尽管大型语言模型（llm）已经在许多领域展示了重要的价值，但在水科学和技术中评估其性能或增强其能力的研究仍然有限。本研究通过开发名为WaterER的评估套件（即1043项任务），初步评估了8个基础模型（即GPT-4、GPT-3.5、Gemini、GLM-4、ERNIE、QWEN、Llama3-8B和Llama3-70B）在工程和研究中广泛的水知识任务上的性能。GPT-4在工程和研究中的各种水知识任务中表现出色。Llama3-70B在中文工程查询中表现最好，而面向中文的模型在英文工程任务中表现优于GPT-3.5。Gemini展示了在废水处理、环境恢复、饮用水处理、卫生、厌氧消化和污染物方面的专业学术能力。为了进一步推进llm，我们采用了即时工程（即五次学习），并将开源的Llama3-8B微调成一个专门的模型，即WaterGPT。WaterGPT表现出更强的推理能力，在英语工程任务和研究任务上的表现分别超过Llama3-8B 135.4%和18.8%。

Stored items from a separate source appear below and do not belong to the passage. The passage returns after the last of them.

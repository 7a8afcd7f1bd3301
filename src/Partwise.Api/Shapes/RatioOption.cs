using System.ComponentModel.DataAnnotations;
using System.Globalization;
using Partwise.Core.Problems;
using Partwise.Core.Ratios;
using Partwise.Core.Selection;

namespace Partwise.Api.Shapes;

/// <summary>
/// One log-ratio (<c>{"num": [...], "den": [...], "kind": ...}</c>). One part on each side is a pairwise
/// log-ratio; with more on a side, <c>kind</c> is required: <c>amalgamation</c> ln(Σ num / Σ den) or
/// <c>balance</c> √(r s / (r + s)) ln(g(num) / g(den)) (Egozcue &amp; Pawlowsky-Glahn 2005).
/// </summary>
public sealed record RatioOption
{
    /// <summary>The kind names of the contract.</summary>
    public static readonly string[] Kinds = ["pairwise", "amalgamation", "balance"];

    /// <summary>Numerator part names (one or more).</summary>
    [Required]
    public IReadOnlyList<string>? Num { get; init; }

    /// <summary>Denominator part names (one or more, none in the numerator).</summary>
    [Required]
    public IReadOnlyList<string>? Den { get; init; }

    /// <summary><c>pairwise</c>, <c>amalgamation</c> or <c>balance</c>; required when a side has more than one part.</summary>
    [AllowedValues("pairwise", "amalgamation", "balance")]
    public string? Kind { get; init; }

    /// <summary>The Core ratio over <paramref name="parts"/>.</summary>
    /// <exception cref="CompositionException">400 for a missing side or unknown kind name; the Core's 422s otherwise.</exception>
    public LogRatio ToLogRatio(IReadOnlyList<string> parts, string pointer)
    {
        var kind = ParseKind(pointer);
        var num = Num ?? throw new CompositionException(ProblemTypes.InvalidInput, pointer + "/num", "A ratio needs \"num\": the numerator part names.");
        var den = Den ?? throw new CompositionException(ProblemTypes.InvalidInput, pointer + "/den", "A ratio needs \"den\": the denominator part names.");
        return LogRatio.Create(parts, num, den, kind, pointer);
    }

    /// <summary>The request's terms, unresolved: a side may also name one named amalgamation (for ratio selection).</summary>
    /// <exception cref="CompositionException">400 for a missing side or an unknown kind name.</exception>
    public RatioTerms ToTerms(string pointer)
    {
        var num = Num ?? throw new CompositionException(ProblemTypes.InvalidInput, pointer + "/num", "A ratio needs \"num\": the numerator part names.");
        var den = Den ?? throw new CompositionException(ProblemTypes.InvalidInput, pointer + "/den", "A ratio needs \"den\": the denominator part names.");
        return new RatioTerms(num, den, ParseKind(pointer));
    }

    /// <summary>The contract's shape of a resolved ratio: part names on each side, and its kind.</summary>
    /// <param name="ratio">The ratio.</param>
    /// <param name="parts">The part names its indices refer to.</param>
    public static RatioOption From(LogRatio ratio, IReadOnlyList<string> parts)
    {
        ArgumentNullException.ThrowIfNull(ratio);
        ArgumentNullException.ThrowIfNull(parts);
        return new RatioOption
        {
            Num = [.. ratio.Numerator.Select(j => parts[j])],
            Den = [.. ratio.Denominator.Select(j => parts[j])],
            Kind = ratio.Kind switch
            {
                RatioKind.Amalgamation => "amalgamation",
                RatioKind.Balance => "balance",
                _ => "pairwise",
            },
        };
    }

    /// <summary>
    /// Resolves a list of ratios (<c>ratios</c> in the request) over <paramref name="parts"/>, each with its pointer
    /// <c>{pointer}/i</c>.
    /// </summary>
    /// <exception cref="CompositionException">400 when the list is missing or empty or holds null; the ratios' own problems.</exception>
    public static LogRatio[] ToLogRatios(IReadOnlyList<RatioOption?>? ratios, IReadOnlyList<string> parts, string pointer)
    {
        if (ratios is not { Count: > 0 })
        {
            throw new CompositionException(ProblemTypes.InvalidInput, pointer, "The request needs \"ratios\": a list of one or more ratios {\"num\": [...], \"den\": [...]}.");
        }

        var result = new LogRatio[ratios.Count];
        for (var i = 0; i < ratios.Count; i++)
        {
            var at = string.Create(CultureInfo.InvariantCulture, $"{pointer}/{i}");
            result[i] = (ratios[i] ?? throw new CompositionException(ProblemTypes.InvalidInput, at, "A ratio must be an object, not null.")).ToLogRatio(parts, at);
        }

        return result;
    }

    /// <summary>
    /// Pairwise ratios from the query of a <c>text/csv</c> request: every <c>ratio=Na/Cl</c> parameter, in order (part
    /// names must not contain <c>/</c> there; other ratios need a JSON body). Null when there is none.
    /// </summary>
    /// <exception cref="CompositionException">400 for a value that is not two names around one <c>/</c>.</exception>
    public static RatioOption[]? FromQuery(IQueryCollection query, string pointer = "/ratios")
    {
        ArgumentNullException.ThrowIfNull(query);
        if (!query.TryGetValue("ratio", out var values) || values.Count == 0)
        {
            return null;
        }

        var result = new RatioOption[values.Count];
        for (var i = 0; i < values.Count; i++)
        {
            var sides = (values[i] ?? "").Split('/');
            if (sides.Length != 2 || sides[0].Length == 0 || sides[1].Length == 0)
            {
                throw new CompositionException(
                    ProblemTypes.InvalidInput,
                    string.Create(CultureInfo.InvariantCulture, $"{pointer}/{i}"),
                    $"The query parameter 'ratio' is a pairwise ratio 'num/den' such as 'Na/Cl'; '{values[i]}' is not. Other ratios need a JSON body.");
            }

            result[i] = new RatioOption { Num = [sides[0]], Den = [sides[1]] };
        }

        return result;
    }

    private RatioKind? ParseKind(string pointer) => Kind switch
    {
        null => null,
        "pairwise" => RatioKind.Pairwise,
        "amalgamation" => RatioKind.Amalgamation,
        "balance" => RatioKind.Balance,
        _ => throw new CompositionException(ProblemTypes.InvalidInput, pointer + "/kind", $"The kind '{Kind}' is unknown; use one of {string.Join(", ", Kinds)}."),
    };
}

此外，事实证明，微调比即时工程更可靠、更有效。总的来说，本研究建立了各种llm在水务部门的基线绩效，同时强调了强大的评估框架和增强技术，以确保llm的有效和可靠使用。

本文章由计算机程序翻译，如有差异，请以英文原文为准。

求助全文

约1分钟内获得全文求助全文

来源期刊

Environmental Science & Technology Letters Environ. ENGINEERING, ENVIRONMENTALENVIRONMENTAL SC-ENVIRONMENTAL SCIENCES

CiteScore

17.90

自引率

3.70%

发文量

163

期刊介绍： Environmental Science & Technology Letters serves as an international forum for brief communications on experimental or theoretical results of exceptional timeliness in all aspects of environmental science, both pure and applied. Published as soon as accepted, these communications are summarized in monthly issues. Additionally, the journal features short reviews on emerging topics in environmental science and technology.